Yes. It's just a website, so it runs on whatever device has the file. AirDrop or download the MOV to a Windows PC, Chromebook, or Linux box, drop it into the converter in Chrome, Safari, Firefox, or Edge, and you'll get a GIF. No Mac required.
My iPhone clip is HEVC, not regular H.264. Will it still work?
If your browser can decode and play the file, the converter can read it. Modern Safari and Chrome handle most iPhone MOVs, including HEVC ones, fine. If a particular file won't load, re-saving or exporting it from QuickTime as a standard MOV is the usual fix.
How do I keep the GIF small enough for Slack or email?
Trim it tight, drop the frame rate to 12 to 15 fps, downscale the resolution, and reduce the color palette toward 64. The live size estimate updates as you adjust, so you can land under 2 MB before you export. Screen recordings compress especially well because they're mostly flat color.
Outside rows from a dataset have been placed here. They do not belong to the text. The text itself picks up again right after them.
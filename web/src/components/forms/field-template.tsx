/**
 * One field: label, control, errors beside it, then the schema's description in small print.
 * Groups of choices (radio, checkboxes) label themselves with a legend, so no <label> here.
 */
import type { FieldTemplateProps } from '@rjsf/utils';
import { getUiOptions } from '@rjsf/utils';
import { cn } from '../../lib/cn';

const GROUP_WIDGETS = new Set(['radio', 'checkboxes']);

export function FieldTemplate(props: FieldTemplateProps) {
  const { id, label, children, errors, help, description, hidden, required, displayLabel, uiSchema, schema, classNames, readonly } = props;
  if (hidden) return <div className="hidden">{children}</div>;
  const uiOptions = getUiOptions(uiSchema);
  const isContainer = schema.type === 'object';
  if (isContainer) {
    return (
      <div className={cn('col-span-full', classNames)}>
        {children}
        {errors}
      </div>
    );
  }
  const labelledByGroup = typeof uiOptions.widget === 'string' && GROUP_WIDGETS.has(uiOptions.widget);
  return (
    <div className={cn('min-w-0', uiOptions.wide === true && 'col-span-full', classNames)}>
      {displayLabel && !labelledByGroup && (
        <label htmlFor={id} className="mb-1 block text-sm font-medium">
          {label}
          {required && !readonly && (
            <span className="text-ink-soft dark:text-night-ink-soft">
              <span aria-hidden="true"> *</span>
              <span className="sr-only"> (required)</span>
            </span>
          )}
        </label>
      )}
      {children}
      {errors}
      {displayLabel && description}
      {help}
    </div>
  );
}
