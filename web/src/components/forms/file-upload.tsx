/**
 * Uploading one text file: a button-styled picker that hands the chosen file on (and clears
 * itself, so the same file can be chosen again), and the refusal of a file with each problem on
 * its own line, numbered by the file's line where the server names one. Nothing of a refused
 * file is stored.
 */
import { useId, type ChangeEvent } from 'react';
import { ApiError } from '../../lib/api';
import { cn } from '../../lib/cn';

/** `srLabel`: the control's name for assistive technology when the visible label is short ("Replace…" in a row of cards). */
export function FileUploadButton({ label, srLabel, accept, pending, onFile }: { label: string; srLabel?: string; accept: string; pending: boolean; onFile: (file: File) => void }) {
  const inputId = useId();
  const onChange = (event: ChangeEvent<HTMLInputElement>) => {
    const file = event.target.files?.[0];
    event.target.value = '';
    if (file) onFile(file);
  };
  return (
    <div className="rounded-md has-[input:focus-visible]:ring-2 has-[input:focus-visible]:ring-fern">
      <label
        htmlFor={inputId}
        className="inline-flex cursor-pointer items-center rounded-md border border-rule bg-sheet px-3 py-1.5 text-sm font-medium hover:bg-paper dark:border-night-rule dark:bg-night-sheet dark:hover:bg-night"
      >
        {pending ? 'Reading the file…' : label}
      </label>
      <input id={inputId} type="file" accept={accept} aria-label={srLabel} className="sr-only" disabled={pending} onChange={onChange} />
    </div>
  );
}

/** The server's refusal of an uploaded file: its message, then its problems with their line numbers (none for a file too large). */
export function UploadProblems({ error, className }: { error: Error; className?: string }) {
  const details = error instanceof ApiError && error.code !== 'file-too-large' ? error.details : [];
  return (
    <div role="alert" className={cn('rounded-md border border-short/40 bg-short-soft p-3 text-sm text-short dark:bg-short/20 dark:text-short-bright', className)}>
      <p className="font-medium">
        <span aria-hidden="true">✕ </span>
        {error.message}
      </p>
      {details.length > 0 && (
        <ul className="mt-1.5 list-none space-y-0.5">
          {details.map((detail, index) => (
            <li key={index}>
              {detail.line !== undefined && <span className="font-medium tabular-nums">Line {detail.line}: </span>}
              {detail.message}
            </li>
          ))}
        </ul>
      )}
    </div>
  );
}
Is there a watermark or a sign-up?
Neither. No account, no email, no watermark on the output. It's free and ad-supported. You drop a MOV, you get a clean GIF.
Will cropping my vertical iPhone video squash it?
No. Lock the crop to 9:16 and a vertical clip stays vertical; lock it to 16:9 and a landscape screen recording stays landscape. The output is sized to match the ratio exactly, so nothing stretches or gets distorted.